Still, Cate said it was the conflict of interest, the problems at the hotels and the difficulty getting information on both issues that led him to dig into reforming the commission.
“There needs to be a catalyst for these kinds of things,” he said. “For the Kearny Mesa hotel, we knew there were some ancillary neighborhood issues we were trying to address, but a robust review of processes and roles and accountability would not have happened without these revelations.”
Elo-Rivera, meanwhile, wasn’t on the Council when it approved the hotel purchases. He joined in December with a relevant progressive vision – that affordable housing is important, and the city needs more of it – that might have primed him to look at the Housing Commission.
“That’s the role they’ve been tasked with, so they’re obviously an important vehicle,” he said. “But to qualify that, it’s not that I thought they were doing a terrible job, it’s just that I generally think government should deliver more.”
Tuesday, a group of councilmembers – Cate, plus Councilman Stephen Whitburn and Councilman Joe LaCava – sent Elo-Rivera a memo outlining the potential reform areas the Council could pursue in 2022 .

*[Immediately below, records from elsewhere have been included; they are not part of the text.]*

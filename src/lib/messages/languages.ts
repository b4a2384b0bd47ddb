import { languageName } from './trade';

/** One language to choose, by its name in English (Unicode's data). */
export interface LanguageOption {
	tag: string;
	name: string;
}

const A = 97;
const LETTERS = Array.from({ length: 26 }, (_, i) => String.fromCharCode(A + i));

/** Forms that differ enough for items of their own; any other one can be typed as its tag. */
const REGIONAL = [
	'de-AT',
	'de-CH',
	'en-GB',
	'en-US',
	'es-419',
	'es-ES',
	'fr-CA',
	'nl-BE',
	'pt-BR',
	'pt-PT',
	'zh-Hans',
	'zh-Hant'
];

let known: LanguageOption[] | undefined;

/** Every language with a tag of two letters, by name; made once. */
export function allLanguages(): LanguageOption[] {
	if (known) return known;
	const names = new Intl.DisplayNames(['en'], { type: 'language', fallback: 'none' });
	const tags = new Set<string>(REGIONAL);
	for (const first of LETTERS) {
		for (const second of LETTERS) {
			const [tag] = Intl.getCanonicalLocales(first + second);
			if (tag && names.of(tag)) tags.add(tag);
		}
	}
	known = [...tags].map((tag) => ({ tag, name: languageName(tag) })).sort((a, b) => a.name.localeCompare(b.name, 'en'));
	return known;
}

/**
 * The languages a text may mean: names that begin with it, then names that contain it, and the tag itself where the
 * text is one.
 */
export function findLanguages(text: string, leaveOut: readonly string[] = []): LanguageOption[] {
	const sought = text.trim().toLowerCase();
	const open = allLanguages().filter(({ tag }) => !leaveOut.includes(tag));
	if (sought === '') return open;
	const typed = languageOf(text.trim());
	const begins = open.filter(({ name }) => name.toLowerCase().startsWith(sought));
	const contains = open.filter(
		({ name }) => !begins.some((b) => b.name === name) && name.toLowerCase().includes(sought)
	);
	const found = [...begins, ...contains];
	if (!typed || leaveOut.includes(typed.tag)) return found;
	return [typed, ...found.filter(({ tag }) => tag !== typed.tag)];
}

const TAG = /^[A-Za-z]{2,3}(-[A-Za-z0-9]{2,8})*$/;

/** The language of a tag that has a name; null for any other text. */
function languageOf(text: string): LanguageOption | null {
	if (!TAG.test(text)) return null;
	try {
		const [tag] = Intl.getCanonicalLocales(text);
		if (!tag) return null;
		const name = new Intl.DisplayNames(['en'], { type: 'language', fallback: 'none' }).of(tag);
		return name ? { tag, name } : null;
	} catch {
		// Not a tag by BCP 47, although it looks like one.
		return null;
	}
}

That list included some significant changes, like removing homelessness-related services from the Housing Commission’s responsibilities, and smaller ones, like creating a new position as a liaison between the Council and Housing Commission’s board. It considered giving the Council increased accountability and oversight of the agency’s executive director, Rick Gentry, and suggested redefining the role of the agency’s legal counsel. The three councilmen also suggested reconsidering the qualifications for Housing Commission board members and the training they receive, creating a process so anything that goes to the commission’s board in closed session also goes to the Council.
The Housing Commission also has its own nonprofit company that competes for affordable housing projects and funding against other, private affordable developers. The group suggested taking a look at the rules around when the Housing Commission can award funding to that company over other developers, along with other possible changes to the oversight of that company.
The group suggests Elo-Rivera create a new committee in 2022 to tackle those issues.
Elo-Rivera said he learned early in his tenure that the Housing Commission had room for improvement, once he fully understood its legal structure and realized how atypical it was compared to other nonprofits and corporations.
“I’m excited we’re doing this work,” Elo-Rivera said. “Governance work isn’t always glamorous, but if it isn’t done well the big, bold things we want to move on will fall on their face for lack of a solid foundation.”
Disclosure: Mitch Mitchell, a Housing Commission board member, also serves on Voice of San Diego’s board of directors.